101 canções que marcaram Portugal é uma rubrica que visa homenagear as cantigas, os compositores e os intérpretes que marcaram a história da música portuguesa em Portugal. Sem ordem cronológica rígida, são um retrato pessoal (com foco na petite histoire) do autor. Mais do que uma contextualização e de um inventário de factos conhecidos, é sobretudo uma associação de estórias e de muitos episódios não registados. São histórias com estórias para além da música. Às vezes o lado errado das canções. Sobretudo o lado errado das canções.

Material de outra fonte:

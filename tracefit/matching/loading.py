"""The load on a grain: which system on each candidate plane it drives, and how hard.

A load is a :class:`tracefit.predict.LoadAxis` (uniaxial; Schmid factors) or a stress tensor
in sample coordinates, (3, 3) or Voigt (6,) (resolved shear). Slip counts in either sense
(|m|); a twin only in its twinning sense (m > 0 in the load's sense).
"""

from __future__ import annotations

from dataclasses import dataclass
from typing import Any

import numpy as np

from tracefit.errors import TracefitInputError
from tracefit.matching.candidates import CandidateSet
from tracefit.matching.results import SystemChoice
from tracefit.predict import as_load, crss_of, resolved_drive

__all__ = ["resolve_load", "is_stress", "rank_systems", "prior_drive"]


def is_stress(load: Any) -> bool:
    """True when ``load`` is a stress tensor (not None and not a uniaxial load axis).

    Parameters
    ----------
    load : LoadAxis, array_like or None

    Returns
    -------
    bool

    Examples
    --------
    >>> from tracefit.predict import parse_load
    >>> is_stress(parse_load("x")), is_stress(np.eye(3)), is_stress(None)
    (False, True, False)
    """
    if load is None:
        return False
    if hasattr(load, "is_stress"):
        return bool(load.is_stress)
    return not hasattr(load, "in_crystal")


def resolve_load(load: Any, lattice: Any = None) -> Any:
    """A load ready for the matcher, from any of the forms the library accepts.

    Parameters
    ----------
    load : None, str, LoadAxis or array_like
        None (no load); text for :func:`tracefit.predict.parse_load` (``"x"``, ``"-y"``,
        ``"1,0,0"``, ``"[110]"``; tension); a :class:`tracefit.predict.LoadAxis` (anything with
        ``in_crystal``); or a stress tensor in sample coordinates, shape (3, 3) or Voigt (6,).
    lattice : Lattice, optional
        Needed to read a crystal-direction load such as ``"[110]"``.

    Returns
    -------
    None or tracefit.predict.Load
        The load axis or the stress (:func:`tracefit.predict.as_load`).

    Raises
    ------
    TracefitInputError
        Naming ``load`` when it cannot be read.

    Examples
    --------
    >>> resolve_load("y").label, resolve_load(None)
    ('y', None)
    >>> resolve_load([1, 0, 0, 0, 0, 0]).is_stress
    True
    """
    try:
        return as_load(load, lattice)
    except TracefitInputError as e:
        raise TracefitInputError(f"load: {e}") from None


@dataclass(frozen=True)
class _FlatSystems:
    """All systems of a candidate set in one list, with what ranking needs (built once per set)."""

    normals: np.ndarray  # (S, 3) unit plane normals, crystal frame
    dirs: np.ndarray  # (S, 3) unit shear directions, crystal frame
    twin: np.ndarray  # (S,) bool, the system's candidate is a twin
    dir_idx: list  # (S) direction indices as int tuples
    names: list  # (S) catalogue names or None
    members: list  # (P) indices of each candidate's systems
    systems: list  # (S) the systems themselves (CRSS look-up)


def _flat_systems(cands: CandidateSet) -> _FlatSystems:
    """The flattened systems of ``cands`` (cached on it: ranking runs once per grain)."""
    if getattr(cands, "_flat", None) is None:
        flat, grp = [], []
        for k, ss in enumerate(cands.systems):
            flat.extend(ss)
            grp.extend([k] * len(ss))
        grp = np.array(grp)
        twin_g = np.array([m == "twin" for m in cands.modes])
        cands._flat = _FlatSystems(
            normals=np.array([s.normal for s in flat], float),
            dirs=np.array([s.dir_unit for s in flat], float),
            twin=twin_g[grp],
            dir_idx=[tuple(int(round(x)) for x in s.direction) for s in flat],
            names=[getattr(s, "name", None) for s in flat],
            members=[np.flatnonzero(grp == k) for k in range(len(cands))],
            systems=flat,
        )
    return cands._flat


def _drive_values(load: Any, g: np.ndarray, normals: np.ndarray, dirs: np.ndarray, twin: np.ndarray, frame=None):
    """Signed drive of every system: Schmid factor or resolved shear, |.| for slip."""
    v = np.atleast_1d(resolved_drive(load, g, normals, dirs, frame))
    return np.where(twin, v, np.abs(v))


def _choice(fs: _FlatSystems, i: int, x: float | None, stress: bool, active: bool, crss: dict | None) -> SystemChoice:
    c = crss_of(crss, fs.systems[i]) if crss else None
    tau = x if stress else None
    return SystemChoice(fs.dir_idx[i], None if stress else x, tau, fs.names[i], active, c,
                        None if (c is None or tau is None) else bool(tau >= c))


def _unloaded_systems(fs: _FlatSystems, cands: CandidateSet, crss: dict | None):
    """:func:`rank_systems` without a load: catalogue order, no drive; the same for every grain, so
    built once per candidate set and CRSS table (the choices are immutable; the lists are new)."""
    try:
        key = ("unloaded", None if crss is None else tuple(sorted(crss.items())))
        hash(key)
    except (TypeError, AttributeError):
        key = None
    ranked = cands._memo.get(key) if key is not None else None
    if ranked is None:
        ranked = [[_choice(fs, i, None, False, True, crss) for i in idx] for idx in fs.members]
        if key is not None:
            cands._memo[key] = ranked
    return [list(r) for r in ranked], [None] * len(ranked)


def rank_systems(load: Any, cands: CandidateSet, g: np.ndarray, frame: Any = None,
                 crss: dict | None = None) -> tuple[list[list[SystemChoice]], list[float | None]]:
    """Per candidate: its systems ranked under the load, and the best drive (m or tau, >= 0).

    Parameters
    ----------
    load : None, LoadAxis or stress array
        As returned by :func:`resolve_load`.
    cands : CandidateSet
        P candidates.
    g : ndarray, shape (3, 3)
        Orientation, v_crystal = g v_sample.
    frame : tracefit.conventions.FrameSettings, optional
        The data -> image frame: places an image-frame load (the default frame of a load) in
        the orientation data's frame.
    crss : dict, optional
        CRSS per system family, plane family or mode (MPa), as
        :func:`tracefit.predict.predict_traces`: under a stress each system carries its CRSS and
        whether its resolved shear reaches it.

    Returns
    -------
    systems : list (P) of list of SystemChoice
        Most driven first (catalogue order without a load).
    drive : list (P) of float or None
        Best drive of each candidate, >= 0 (0 for a twin the load shears the wrong way);
        None without a load.

    Examples
    --------
    >>> from tracefit.crystal import catalogue, lattice_preset
    >>> from tracefit.matching.candidates import candidate_set
    >>> from tracefit.predict import parse_load
    >>> cs = candidate_set(catalogue(lattice_preset("fcc")), ["slip"])
    >>> systems, drive = rank_systems(parse_load("z"), cs, np.eye(3))
    >>> round(drive[0], 3), systems[0][0].direction
    (0.408, (1, 0, -1))
    """
    fs = _flat_systems(cands)
    if load is None:
        return _unloaded_systems(fs, cands, crss)
    vals = _drive_values(load, g, fs.normals, fs.dirs, fs.twin, frame)
    stress = is_stress(load)
    out_sys, best_drive = [], []
    for k, idx in enumerate(fs.members):
        order = idx[np.argsort(-vals[idx], kind="stable")]
        twin = cands.modes[k] == "twin"
        choices = []
        for i in order:
            x = float(vals[i])
            active = bool(x > 0) if twin else True
            choices.append(_choice(fs, i, x, stress, active, crss))
        out_sys.append(choices)
        best_drive.append(max(float(vals[order[0]]), 0.0) if choices[0].active_sense else 0.0)
    return out_sys, best_drive


def prior_drive(load: Any, drive: list) -> np.ndarray:
    """Drives on the Schmid-factor scale, for the Schmid prior.

    Parameters
    ----------
    load : LoadAxis or stress array
    drive : list of float or None
        From :func:`rank_systems`.

    Returns
    -------
    ndarray, shape (P,)
        Schmid factors as they are; resolved shears scaled so that the largest is 0.5 (the
        largest possible Schmid factor).

    Examples
    --------
    >>> print(prior_drive(np.eye(3), [2.0, 1.0, None]))
    [0.5  0.25 0.  ]
    """
    dv = np.array([d if d is not None else 0.0 for d in drive], float)
    if is_stress(load) and dv.max() > 0:
        dv = 0.5 * dv / dv.max()  # resolved shear -> Schmid-like scale, best = 0.5
    return dv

'A Voar por Cima das Águas', Fausto
(1982)

"Por Este Rio Acima" poderia ser meia dúzia de álbuns distintos – se atendermos a que um álbum (dos bons) não tem mais do que 3 a 4 canções intemporais. "Por Este Rio Acima" tem um punhado delas e Portugal deverá estar grato por este compositor as ter inscrito num álbum só. Escolhemos ‘A Voar por Cima das Águas’ ao acaso (talvez por ter ‘Zé Gato’, Orlando Costa, nos coros, tenha pesado na escolha), mas poderíamos ter escolhido qualquer uma das canções desta obra-prima em formato duplo.

Fausto Bordalo Dias nasceu no mar. Literalmente. Nasceu a caminho de Angola, num barco, e por lá ficou (em Angola) quase 20 anos. Aportou na província do Huambo, em Nova Lisboa, e pouco de lá trouxe – porque se zangou com Angola. Melhor: distanciou-se de Angola, desencantou-se há muito com Angola. Pouco mais trouxe que um poema de Viriato da Cruz, ‘Namoro’. O que iria viver suplantou o que vivera em África, sobrepondo-se-lhe. Rejeitou ser mais um dos retornados saudosos de um país que não existe mais, há décadas.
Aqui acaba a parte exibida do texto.